Task goal: From the records below, print exactly the lines starting at the one containing "if list, ok" and ending at the one containing "len(literal.Elts) > 0", ends included, and nothing else.

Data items
○ ○ ○ ○
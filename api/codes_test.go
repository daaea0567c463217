package api

import (
	"go/ast"
	"go/parser"
	"go/token"
	"path/filepath"
	"strconv"
	"strings"
	"testing"

	"github.com/google/go-cmp/cmp"
)

// The page lists every code that the rooms which judge can give, each once, in
// its list, and no other.
func TestEveryStableCodeIsListed(t *testing.T) {
	want := map[string]codeList{}
	for _, room := range []string{"../profile", "../internal/assess", "../internal/radio"} {
		files, err := filepath.Glob(room + "/*.go")
		if err != nil || len(files) == 0 {
			t.Fatalf("%s: %d files, %v", room, len(files), err)
		}
		for _, name := range files {
			if !strings.HasSuffix(name, "_test.go") {
				codesIn(t, name, want)
			}
		}
	}
	got := map[string]codeList{}
	for _, c := range stableCodes() {
		if _, twice := got[c.name]; twice || c.meaning == "" {
			t.Errorf("%s stands twice, or has no meaning", c.name)
		}
		if got[c.name] = c.where; c.where == inChoice {
			got[c.name] = inMissing // one kind of constant gives both
		}
	}
	if diff := cmp.Diff(want, got); diff != "" {
		t.Errorf("codes of the sources (-) and of the page (+): %s", diff)
	}
	if len(want) < 50 || want["line_cut"] != inReasons || want["lightning"] != inCautions || want["work_at_height"] != inCautions {
		t.Errorf("the sources are not understood: %v", want)
	}
}

// codesIn collects the codes of a file: constants by their names or type, and
// what is written out where a caution is made.
func codesIn(t *testing.T, name string, into map[string]codeList) {
	t.Helper()
	file, err := parser.ParseFile(token.NewFileSet(), name, nil, parser.SkipObjectResolution)
	if err != nil {
		t.Fatal(err)
	}
	ast.Inspect(file, func(n ast.Node) bool {
		switch n := n.(type) {
		case *ast.ValueSpec:
			for i, value := range n.Values {
				if list := listOfConstant(n.Names[i].Name); list != "" {
					keep(into, value, list)
				}
			}
		case *ast.CallExpr:
			if called(n.Fun) == "add" && file.Name.Name == "assess" && len(n.Args) > 0 {
				keep(into, n.Args[0], inCautions)
			}
		case *ast.CompositeLit:
			cautionsOf(n, into)
		}
		return true
	})
}

// cautionsOf keeps the codes of a Caution, or of a list of them.
func cautionsOf(literal *ast.CompositeLit, into map[string]codeList) {
	if list, ok := literal.Type.(*ast.ArrayType); ok && called(list.Elt) == "Caution" {
		for _, element := range literal.Elts {
			if one, ok := element.(*ast.CompositeLit); ok && len(one.Elts) > 0 {
				keep(into, one.Elts[0], inCautions)
			}
		}
	}
	if called(literal.Type) == "Caution" && len(literal.Elts) > 0 {
		keep(into, literal.Elts[0], inCautions)
	}
}

func called(e ast.Expr) string {
	if name, ok := e.(*ast.Ident); ok {
		return name.Name
	}
	return ""
}

func listOfConstant(name string) codeList {
	for prefix, list := range map[string]codeList{"Reason": inReasons, "Caution": inCautions, "Missing": inMissing, "Warning": inWarnings} {
		if strings.HasPrefix(name, prefix) {
			return list
		}
	}
	return ""
}

func keep(into map[string]codeList, value ast.Expr, list codeList) {
	if literal, ok := value.(*ast.BasicLit); ok && literal.Kind == token.STRING {
		if code, err := strconv.Unquote(literal.Value); err == nil {
			into[code] = list
		}
	}
}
○ ○ ○ ○
Answer space:
	if list, ok := literal.Type.(*ast.ArrayType); ok && called(list.Elt) == "Caution" {
		for _, element := range literal.Elts {
			if one, ok := element.(*ast.CompositeLit); ok && len(one.Elts) > 0 {
				keep(into, one.Elts[0], inCautions)
			}
		}
	}
	if called(literal.Type) == "Caution" && len(literal.Elts) > 0 {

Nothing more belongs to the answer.